▶ [SOURCE RECORDS]:
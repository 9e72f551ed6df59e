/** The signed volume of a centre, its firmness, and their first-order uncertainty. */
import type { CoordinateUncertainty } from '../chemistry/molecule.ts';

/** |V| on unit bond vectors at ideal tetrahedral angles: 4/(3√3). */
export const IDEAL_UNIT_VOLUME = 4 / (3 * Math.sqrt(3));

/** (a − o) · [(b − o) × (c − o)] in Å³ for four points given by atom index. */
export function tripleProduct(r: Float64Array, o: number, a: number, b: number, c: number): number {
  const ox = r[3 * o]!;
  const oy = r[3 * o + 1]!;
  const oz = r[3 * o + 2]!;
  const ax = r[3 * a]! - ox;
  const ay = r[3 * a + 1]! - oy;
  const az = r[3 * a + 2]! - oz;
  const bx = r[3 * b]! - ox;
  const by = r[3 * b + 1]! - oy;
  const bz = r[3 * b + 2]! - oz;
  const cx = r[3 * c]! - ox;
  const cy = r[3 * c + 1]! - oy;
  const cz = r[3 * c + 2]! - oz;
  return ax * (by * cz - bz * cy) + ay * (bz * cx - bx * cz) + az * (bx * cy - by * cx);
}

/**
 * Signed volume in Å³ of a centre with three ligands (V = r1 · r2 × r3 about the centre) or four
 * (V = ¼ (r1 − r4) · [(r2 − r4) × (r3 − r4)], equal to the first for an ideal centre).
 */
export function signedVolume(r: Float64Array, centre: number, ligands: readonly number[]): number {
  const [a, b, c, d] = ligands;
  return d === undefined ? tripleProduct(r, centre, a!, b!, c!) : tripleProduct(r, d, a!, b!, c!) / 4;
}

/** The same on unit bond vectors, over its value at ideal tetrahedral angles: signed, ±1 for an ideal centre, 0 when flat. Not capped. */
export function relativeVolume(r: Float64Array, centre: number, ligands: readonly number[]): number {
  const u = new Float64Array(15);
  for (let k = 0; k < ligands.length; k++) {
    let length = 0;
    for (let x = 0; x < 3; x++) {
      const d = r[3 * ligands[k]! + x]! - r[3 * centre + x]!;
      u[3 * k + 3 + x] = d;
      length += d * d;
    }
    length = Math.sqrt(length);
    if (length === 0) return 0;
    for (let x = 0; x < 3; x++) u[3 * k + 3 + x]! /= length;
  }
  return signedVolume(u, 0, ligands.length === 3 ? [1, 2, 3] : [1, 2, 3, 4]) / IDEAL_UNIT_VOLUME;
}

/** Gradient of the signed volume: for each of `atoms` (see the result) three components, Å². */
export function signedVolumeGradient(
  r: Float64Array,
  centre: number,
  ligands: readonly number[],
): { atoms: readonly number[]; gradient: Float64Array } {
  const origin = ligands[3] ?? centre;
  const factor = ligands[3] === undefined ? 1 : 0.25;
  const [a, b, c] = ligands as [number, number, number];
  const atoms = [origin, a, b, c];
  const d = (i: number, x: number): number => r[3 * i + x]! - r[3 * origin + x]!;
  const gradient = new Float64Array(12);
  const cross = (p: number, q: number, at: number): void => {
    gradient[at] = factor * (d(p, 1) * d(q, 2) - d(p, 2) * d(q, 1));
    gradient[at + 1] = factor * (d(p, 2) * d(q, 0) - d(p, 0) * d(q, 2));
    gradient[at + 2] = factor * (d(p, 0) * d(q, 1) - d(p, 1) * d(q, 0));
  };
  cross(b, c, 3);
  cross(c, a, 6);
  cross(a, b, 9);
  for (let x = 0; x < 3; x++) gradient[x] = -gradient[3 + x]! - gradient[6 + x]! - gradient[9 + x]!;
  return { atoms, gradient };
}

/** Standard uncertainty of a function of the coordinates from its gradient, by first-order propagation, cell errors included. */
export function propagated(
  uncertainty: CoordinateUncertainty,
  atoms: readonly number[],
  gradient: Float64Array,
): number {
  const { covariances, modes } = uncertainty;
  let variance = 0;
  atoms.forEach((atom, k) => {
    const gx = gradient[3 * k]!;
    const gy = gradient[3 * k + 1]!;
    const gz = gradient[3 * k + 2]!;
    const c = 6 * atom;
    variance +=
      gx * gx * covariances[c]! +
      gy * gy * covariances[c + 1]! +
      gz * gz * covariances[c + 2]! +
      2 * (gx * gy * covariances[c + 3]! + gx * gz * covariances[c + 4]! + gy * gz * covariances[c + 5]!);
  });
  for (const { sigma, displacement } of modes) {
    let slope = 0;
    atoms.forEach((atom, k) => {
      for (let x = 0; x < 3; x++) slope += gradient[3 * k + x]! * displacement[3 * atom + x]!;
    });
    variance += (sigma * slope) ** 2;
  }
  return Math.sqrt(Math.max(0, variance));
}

▶ [WHAT TO PRODUCE]: Give back exactly the lines from the first line of the records through the line holding "for (let k = 0;", including both of those lines and leaving out all others.

▶ [RESULT BELOW]:
repository 9e72f551ed6df59e
/** The signed volume of a centre, its firmness, and their first-order uncertainty. */
import type { CoordinateUncertainty } from '../chemistry/molecule.ts';

/** |V| on unit bond vectors at ideal tetrahedral angles: 4/(3√3). */
export const IDEAL_UNIT_VOLUME = 4 / (3 * Math.sqrt(3));

/** (a − o) · [(b − o) × (c − o)] in Å³ for four points given by atom index. */
export function tripleProduct(r: Float64Array, o: number, a: number, b: number, c: number): number {
  const ox = r[3 * o]!;
  const oy = r[3 * o + 1]!;
  const oz = r[3 * o + 2]!;
  const ax = r[3 * a]! - ox;
  const ay = r[3 * a + 1]! - oy;
  const az = r[3 * a + 2]! - oz;
  const bx = r[3 * b]! - ox;
  const by = r[3 * b + 1]! - oy;
  const bz = r[3 * b + 2]! - oz;
  const cx = r[3 * c]! - ox;
  const cy = r[3 * c + 1]! - oy;
  const cz = r[3 * c + 2]! - oz;
  return ax * (by * cz - bz * cy) + ay * (bz * cx - bx * cz) + az * (bx * cy - by * cx);
}

/**
 * Signed volume in Å³ of a centre with three ligands (V = r1 · r2 × r3 about the centre) or four
 * (V = ¼ (r1 − r4) · [(r2 − r4) × (r3 − r4)], equal to the first for an ideal centre).
 */
export function signedVolume(r: Float64Array, centre: number, ligands: readonly number[]): number {
  const [a, b, c, d] = ligands;
  return d === undefined ? tripleProduct(r, centre, a!, b!, c!) : tripleProduct(r, d, a!, b!, c!) / 4;
}

/** The same on unit bond vectors, over its value at ideal tetrahedral angles: signed, ±1 for an ideal centre, 0 when flat. Not capped. */
export function relativeVolume(r: Float64Array, centre: number, ligands: readonly number[]): number {
  const u = new Float64Array(15);
  for (let k = 0; k < ligands.length; k++) {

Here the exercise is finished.